WHAT IS NEEDED:
Go through the lines below and copy each one that holds the string "resonances".

Collected data
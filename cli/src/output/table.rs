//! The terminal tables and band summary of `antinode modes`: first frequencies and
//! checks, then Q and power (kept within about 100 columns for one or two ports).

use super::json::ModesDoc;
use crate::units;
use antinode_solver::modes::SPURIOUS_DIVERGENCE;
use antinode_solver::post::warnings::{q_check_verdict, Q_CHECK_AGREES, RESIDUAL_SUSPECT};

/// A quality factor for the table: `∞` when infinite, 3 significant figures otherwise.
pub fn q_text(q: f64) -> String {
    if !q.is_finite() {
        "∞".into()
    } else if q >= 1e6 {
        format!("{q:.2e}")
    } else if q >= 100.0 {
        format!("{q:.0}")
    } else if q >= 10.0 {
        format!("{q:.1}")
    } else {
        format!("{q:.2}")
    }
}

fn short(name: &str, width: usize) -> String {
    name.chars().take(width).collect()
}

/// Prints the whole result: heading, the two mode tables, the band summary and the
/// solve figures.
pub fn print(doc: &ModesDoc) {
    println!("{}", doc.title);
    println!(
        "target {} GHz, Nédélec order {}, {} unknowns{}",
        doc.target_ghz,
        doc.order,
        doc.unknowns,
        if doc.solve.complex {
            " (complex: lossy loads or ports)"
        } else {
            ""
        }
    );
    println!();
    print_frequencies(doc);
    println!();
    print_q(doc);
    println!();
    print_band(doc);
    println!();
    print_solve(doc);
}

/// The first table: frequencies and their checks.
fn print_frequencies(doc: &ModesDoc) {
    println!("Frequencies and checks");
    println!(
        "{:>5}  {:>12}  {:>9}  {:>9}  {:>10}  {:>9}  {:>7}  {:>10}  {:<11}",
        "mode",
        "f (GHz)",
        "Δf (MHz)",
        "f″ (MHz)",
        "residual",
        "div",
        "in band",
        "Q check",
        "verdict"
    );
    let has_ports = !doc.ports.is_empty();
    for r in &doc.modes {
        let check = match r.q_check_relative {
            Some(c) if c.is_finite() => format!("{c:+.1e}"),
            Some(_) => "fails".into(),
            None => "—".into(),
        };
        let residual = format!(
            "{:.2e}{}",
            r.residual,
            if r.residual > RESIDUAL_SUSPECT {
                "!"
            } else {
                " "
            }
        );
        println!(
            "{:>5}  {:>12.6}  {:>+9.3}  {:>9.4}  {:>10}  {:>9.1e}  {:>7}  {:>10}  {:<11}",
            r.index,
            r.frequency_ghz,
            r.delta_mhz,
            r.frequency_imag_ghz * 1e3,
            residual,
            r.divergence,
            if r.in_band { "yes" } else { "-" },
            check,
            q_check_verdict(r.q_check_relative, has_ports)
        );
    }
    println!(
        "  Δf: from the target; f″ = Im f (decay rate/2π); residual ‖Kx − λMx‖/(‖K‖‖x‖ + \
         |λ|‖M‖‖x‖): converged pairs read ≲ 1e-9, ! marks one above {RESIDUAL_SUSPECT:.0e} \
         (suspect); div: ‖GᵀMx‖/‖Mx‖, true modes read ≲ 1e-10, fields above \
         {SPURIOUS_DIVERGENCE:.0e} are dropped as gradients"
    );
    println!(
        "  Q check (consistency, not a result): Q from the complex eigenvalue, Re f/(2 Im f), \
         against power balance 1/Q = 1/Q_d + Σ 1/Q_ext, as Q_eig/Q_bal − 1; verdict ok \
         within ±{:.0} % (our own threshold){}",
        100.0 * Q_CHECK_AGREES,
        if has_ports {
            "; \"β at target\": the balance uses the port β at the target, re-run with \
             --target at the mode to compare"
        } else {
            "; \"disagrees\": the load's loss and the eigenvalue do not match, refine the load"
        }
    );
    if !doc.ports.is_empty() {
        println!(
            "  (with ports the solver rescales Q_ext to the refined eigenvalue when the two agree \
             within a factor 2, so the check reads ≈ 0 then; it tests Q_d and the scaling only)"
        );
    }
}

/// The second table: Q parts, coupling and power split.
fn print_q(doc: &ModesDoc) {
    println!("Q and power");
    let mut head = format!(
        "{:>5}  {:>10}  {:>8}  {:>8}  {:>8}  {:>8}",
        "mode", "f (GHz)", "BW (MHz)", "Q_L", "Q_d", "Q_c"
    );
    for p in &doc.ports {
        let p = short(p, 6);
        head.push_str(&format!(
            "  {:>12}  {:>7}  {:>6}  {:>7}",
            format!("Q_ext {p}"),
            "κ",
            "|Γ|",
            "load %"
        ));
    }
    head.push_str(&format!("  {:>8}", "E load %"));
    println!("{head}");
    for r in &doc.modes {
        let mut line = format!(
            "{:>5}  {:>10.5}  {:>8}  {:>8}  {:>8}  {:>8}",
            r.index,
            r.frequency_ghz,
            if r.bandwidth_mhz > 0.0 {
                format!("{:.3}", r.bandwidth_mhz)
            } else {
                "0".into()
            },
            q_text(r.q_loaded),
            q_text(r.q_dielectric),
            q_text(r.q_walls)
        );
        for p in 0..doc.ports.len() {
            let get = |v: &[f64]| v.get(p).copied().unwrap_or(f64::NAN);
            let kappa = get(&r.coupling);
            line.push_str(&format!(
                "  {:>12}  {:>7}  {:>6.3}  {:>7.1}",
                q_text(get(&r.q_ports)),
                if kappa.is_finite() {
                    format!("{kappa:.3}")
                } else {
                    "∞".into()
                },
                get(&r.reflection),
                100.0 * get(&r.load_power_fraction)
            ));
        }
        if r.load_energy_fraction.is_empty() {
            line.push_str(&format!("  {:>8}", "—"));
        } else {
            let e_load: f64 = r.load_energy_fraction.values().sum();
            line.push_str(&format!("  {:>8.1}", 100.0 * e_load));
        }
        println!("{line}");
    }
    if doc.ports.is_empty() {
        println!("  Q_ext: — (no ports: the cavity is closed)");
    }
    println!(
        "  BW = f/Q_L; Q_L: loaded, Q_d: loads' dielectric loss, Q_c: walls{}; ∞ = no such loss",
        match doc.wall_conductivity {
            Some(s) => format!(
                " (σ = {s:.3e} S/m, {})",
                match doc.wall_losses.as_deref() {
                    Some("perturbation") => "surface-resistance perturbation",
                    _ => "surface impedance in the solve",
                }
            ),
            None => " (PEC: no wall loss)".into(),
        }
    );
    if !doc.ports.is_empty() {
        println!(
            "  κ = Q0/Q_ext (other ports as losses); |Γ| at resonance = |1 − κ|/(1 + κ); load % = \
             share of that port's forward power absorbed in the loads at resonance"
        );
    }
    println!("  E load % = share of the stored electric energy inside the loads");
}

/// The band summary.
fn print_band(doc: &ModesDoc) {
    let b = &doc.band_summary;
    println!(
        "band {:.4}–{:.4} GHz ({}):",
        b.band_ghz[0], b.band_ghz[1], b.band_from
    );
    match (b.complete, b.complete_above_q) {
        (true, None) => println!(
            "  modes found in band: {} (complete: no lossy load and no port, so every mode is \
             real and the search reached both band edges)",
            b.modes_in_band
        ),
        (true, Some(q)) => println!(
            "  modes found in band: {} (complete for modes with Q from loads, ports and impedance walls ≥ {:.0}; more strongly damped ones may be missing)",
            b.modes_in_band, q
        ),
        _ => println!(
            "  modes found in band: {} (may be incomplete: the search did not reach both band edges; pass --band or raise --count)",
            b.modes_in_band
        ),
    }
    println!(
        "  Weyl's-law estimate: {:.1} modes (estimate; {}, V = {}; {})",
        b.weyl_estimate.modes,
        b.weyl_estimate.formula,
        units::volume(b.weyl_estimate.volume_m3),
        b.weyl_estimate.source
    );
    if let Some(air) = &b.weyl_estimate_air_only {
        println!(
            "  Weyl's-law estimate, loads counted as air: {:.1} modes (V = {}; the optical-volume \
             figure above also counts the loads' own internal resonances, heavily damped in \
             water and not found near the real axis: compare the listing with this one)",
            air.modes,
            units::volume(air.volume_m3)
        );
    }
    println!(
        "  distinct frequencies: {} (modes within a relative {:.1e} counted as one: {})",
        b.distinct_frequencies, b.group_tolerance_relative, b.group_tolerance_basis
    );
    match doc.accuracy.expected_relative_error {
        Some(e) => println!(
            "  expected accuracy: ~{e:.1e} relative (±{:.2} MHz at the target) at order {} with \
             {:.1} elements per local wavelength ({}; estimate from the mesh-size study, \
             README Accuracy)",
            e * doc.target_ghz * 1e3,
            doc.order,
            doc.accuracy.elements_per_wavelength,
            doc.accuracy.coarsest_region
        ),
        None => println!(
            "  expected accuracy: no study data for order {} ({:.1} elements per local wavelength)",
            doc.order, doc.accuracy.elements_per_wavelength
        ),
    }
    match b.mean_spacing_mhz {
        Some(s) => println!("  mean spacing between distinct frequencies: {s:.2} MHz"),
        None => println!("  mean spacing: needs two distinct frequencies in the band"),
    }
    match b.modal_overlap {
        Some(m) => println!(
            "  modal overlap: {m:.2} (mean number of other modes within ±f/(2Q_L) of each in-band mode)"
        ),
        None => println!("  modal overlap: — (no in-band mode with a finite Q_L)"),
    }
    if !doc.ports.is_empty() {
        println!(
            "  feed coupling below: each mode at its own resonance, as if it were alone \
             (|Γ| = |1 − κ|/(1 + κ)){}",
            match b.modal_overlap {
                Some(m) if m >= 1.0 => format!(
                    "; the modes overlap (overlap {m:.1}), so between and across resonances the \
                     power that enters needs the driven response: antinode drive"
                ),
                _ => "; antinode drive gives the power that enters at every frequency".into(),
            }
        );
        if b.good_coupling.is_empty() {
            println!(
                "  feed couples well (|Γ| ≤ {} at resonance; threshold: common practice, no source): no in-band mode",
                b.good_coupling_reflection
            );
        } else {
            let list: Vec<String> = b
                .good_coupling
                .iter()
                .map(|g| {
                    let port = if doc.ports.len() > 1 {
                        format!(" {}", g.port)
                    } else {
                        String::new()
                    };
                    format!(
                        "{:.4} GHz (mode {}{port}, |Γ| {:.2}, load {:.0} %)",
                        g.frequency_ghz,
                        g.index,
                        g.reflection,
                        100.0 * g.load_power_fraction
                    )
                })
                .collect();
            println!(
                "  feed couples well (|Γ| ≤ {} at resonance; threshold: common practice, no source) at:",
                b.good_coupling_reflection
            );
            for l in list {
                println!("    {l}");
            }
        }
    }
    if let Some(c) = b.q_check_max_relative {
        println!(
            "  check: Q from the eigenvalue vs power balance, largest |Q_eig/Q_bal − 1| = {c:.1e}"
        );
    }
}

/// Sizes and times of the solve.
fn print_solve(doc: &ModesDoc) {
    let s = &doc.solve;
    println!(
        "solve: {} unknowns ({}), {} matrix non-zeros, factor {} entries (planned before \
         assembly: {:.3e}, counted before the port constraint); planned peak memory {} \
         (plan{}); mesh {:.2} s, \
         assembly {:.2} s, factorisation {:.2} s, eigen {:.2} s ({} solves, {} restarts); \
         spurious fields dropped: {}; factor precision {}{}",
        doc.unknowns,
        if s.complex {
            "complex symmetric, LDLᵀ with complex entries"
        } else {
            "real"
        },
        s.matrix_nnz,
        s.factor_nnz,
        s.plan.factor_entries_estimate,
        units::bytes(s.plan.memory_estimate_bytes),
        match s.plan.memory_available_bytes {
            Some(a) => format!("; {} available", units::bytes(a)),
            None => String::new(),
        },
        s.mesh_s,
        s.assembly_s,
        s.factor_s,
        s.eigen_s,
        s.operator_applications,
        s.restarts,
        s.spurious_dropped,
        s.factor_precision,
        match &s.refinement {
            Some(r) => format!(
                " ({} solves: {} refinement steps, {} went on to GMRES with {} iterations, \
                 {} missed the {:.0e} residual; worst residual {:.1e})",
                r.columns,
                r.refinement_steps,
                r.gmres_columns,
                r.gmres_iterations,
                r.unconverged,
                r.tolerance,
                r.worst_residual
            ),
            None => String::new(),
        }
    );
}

EXERCISE RESPONSE:
             figure above also counts the loads' own internal resonances, heavily damped in \
                    "; the modes overlap (overlap {m:.1}), so between and across resonances the \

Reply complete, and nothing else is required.